Yes, you heard that right: traditional air quality sensors have a microcombustion chamber that heats up to a balmy 300 degrees Celsius. You then measure how much of the air inside combusts, compare that to a baseline of non-combusting air, and analyze the differences in… you get the idea. Not simple. Not elegant. Not practical. Certainly not portable unless you’re wearing an Iron Man suit.

Optimize, optimize, optimize, adjust, adjust, adjust.

But ChemiSense goes further still: the sensors are placed into an array so that they can talk to each other. If one sensor reacts a certain way, ChemiSense’s proprietary algorithms can compare that reaction to the responses of all the other sensors on the array, as well as how they’ve historically responded. The entire device functions as one.

Just how did this simple yet sophisticated design come about? Confesses Will, “we actually took sort of a weird approach. We worked almost entirely on the hardware first before we got into software, and that was because the software end we had already all planned out.”

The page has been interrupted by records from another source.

#[cfg(test)]
mod tests {
    use super::*;

    /// A recipe file's mistake is placed as every file's is: "file, line, column: …" first.
    #[test]
    fn a_bad_recipe_file_names_the_line_and_column_first() {
        let e = Recipe::from_json("r.json", "{\n  \"repeats\": \"ten\"\n}")
            .unwrap_err()
            .to_string();
        assert!(
            e.starts_with("r.json, line 2, column 18: not a valid recipe: invalid type"),
            "{e}"
        );
        assert!(!e.contains(" at line "), "{e}");
    }

    /// A shuffle may average fewer repeats than the observed score (conservative), never more (too narrow).
    #[test]
    fn repeats_per_shuffle_are_at_most_the_repeats() {
        let mut r = Recipe::new("odour");
        r.repeats = 2;
        r.shuffles = 10;
        r.shuffle_repeats = Some(3);
        let e = r.validate().unwrap_err().to_string();
        assert!(
            e.contains("repeats per shuffle (3) must be at most the repeats (2)"),
            "{e}"
        );
        r.shuffle_repeats = Some(2);
        assert!(r.validate().is_ok());
        r.shuffle_repeats = None;
        r.repeats = 50;
        assert_eq!(r.shuffle_repeats(), 10);
        assert!(r.validate().is_ok());
        // Without shuffles the setting is not used.
        r.shuffles = 0;
        r.shuffle_repeats = Some(99);
        assert!(r.validate().is_ok());
    }

    #[test]
    fn round_trips_through_json() {
        let mut r = Recipe::new("odour");
        r.folds = Folds::LeaveOneOut;
        r.columns.group = Some("session".into());
        let back = Recipe::from_json("r.json", &r.to_json()).unwrap();
        assert_eq!(back, r);
    }

    #[test]
    fn new_fields_round_trip_and_old_recipes_still_load() {
        let mut r = Recipe::new("heading");
        r.classifier = Classifier::CircularRidge;
        r.angle_unit = Some(AngleUnit::Degrees);
        assert_eq!(Recipe::from_json("r.json", &r.to_json()).unwrap(), r);
        let mut a = Recipe::new("choice");
        a.across = Some(Across {
            column: "context".into(),
            assignments: vec![Assignment {
                train: vec!["A".into()],
                test: vec!["B".into()],
            }],
        });
        assert_eq!(Recipe::from_json("r.json", &a.to_json()).unwrap(), a);
        // A recipe written before these fields existed has neither key.
        let old = Recipe::new("odour").to_json();
        assert!(!old.contains("across") && !old.contains("angle_unit"));
        assert_eq!(Recipe::from_json("r.json", &old).unwrap().across, None);
    }

    #[test]
    fn regressors_and_angle_units_go_together() {
        let mut r = Recipe::new("heading");
        r.classifier = Classifier::CircularRidge;
        assert!(r
            .validate()
            .unwrap_err()
            .to_string()
            .contains("degrees or radians"));
        r.classifier = Classifier::LinearSvm;
        r.angle_unit = Some(AngleUnit::Radians);
        assert!(r
            .validate()
            .unwrap_err()
            .to_string()
            .contains("circular-ridge only"));
        r.angle_unit = None;
        r.classifier = Classifier::Ridge;
        r.across = Some(Across {
            column: "context".into(),
            assignments: Vec::new(),
        });
        assert!(r
            .validate()
            .unwrap_err()
            .to_string()
            .contains("decodes classes"));
        r.classifier = Classifier::LinearSvm;
        r.across.as_mut().unwrap().assignments = vec![Assignment {
            train: vec!["A".into()],
            test: vec!["A".into()],
        }];
        assert!(r
            .validate()
            .unwrap_err()
            .to_string()
            .contains("both a training and a testing level"));
    }

    #[test]
    fn rejects_unknown_keys_and_bad_folds() {
        let mut v: serde_json::Value = serde_json::from_str(&Recipe::new("x").to_json()).unwrap();
        v["colour"] = "red".into();
        assert!(Recipe::from_json("r.json", &v.to_string())
            .unwrap_err()
            .to_string()
            .contains("colour"));
        assert!(Folds::parse("1").is_err());
        assert_eq!(Folds::parse("LOO").unwrap(), Folds::LeaveOneOut);
    }
}
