//! Which columns of a table mean what.

use serde::{Deserialize, Serialize};

/// Which columns mean what, and what to do with gaps.
#[derive(Debug, Clone, Default, PartialEq, Serialize, Deserialize)]
pub struct Columns {
    /// Column holding the condition to decode.
    pub label: String,
    /// Optional column naming the recording session, block or day; folds never split a group.
    #[serde(default)]
    pub group: Option<String>,
    /// Feature columns; `None` means every other mostly-numeric column.
    #[serde(default)]
    pub features: Option<Vec<String>>,
    /// Columns never used as features by default (trial numbers, timestamps, other labels).
    #[serde(default, skip_serializing_if = "Vec::is_empty")]
    pub ignore: Vec<String>,
    /// Leave out trials with a missing cell instead of stopping.
    #[serde(default)]
    pub drop_missing: bool,
    /// Column naming the recording session when each neuron was recorded in one session only: trials are then
    /// combined across sessions into pseudo-trials. Each neuron's cells are filled in its own session's rows and
    /// empty in the others.
    #[serde(default, skip_serializing_if = "Option::is_none")]
    pub pseudo: Option<String>,
}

He pauses, and clarifies. The company developed their own prototyping process that involved an internal software model of how they thought things should behave, then used that model to work through all the hardware iterations and development. Once they were sure the hardware worked the way they wanted, they readjusted the entire model to make it more accurate for the next iteration. And only then did the team feel they were ready to wrap the software shell around the device.

Laptop with iron man sticker

“We kept pushing the sensitivity limits further and further with each iteration,” says Will. “Optimize, optimize, optimize, adjust, adjust, adjust. And we built in an automatic software calibration which…”—Will pauses, taking a breath for impact—“which we don’t know has actually been done before for environmental sensors. You cannot afford a false positive or a false negative. So you need to detect everything. You need to see ‘what everyone’s thinking.’ ”

Indeed. In a world awash with a veritable soup of pollutants, testing for one or two elements seems a bit antiquated.

Brave New Breathable World

Brian and Will’s passion for a smarter, simpler, more functional air quality sensor has already become material reality: they have redesigned the way it’s built, what and how much it detects, how it works, how it’s used and how much it costs. They are redirecting more than just air flow; they’re shifting the direction of an entire field.

“The metrics of environmental sensing don’t really change from sector to sector,” says Will, “or even between consumers and industry, so that’s a blessing in disguise for us because we can focus on creating the overall platform rather than just individual products.”

But the two are careful not to veer off the path of humility. For them, the big challenge that remains is how to maintain that star sensor performance and device-to-person relationship as they scale up to respond to what we all hope will turn into some serious industry and consumer demand.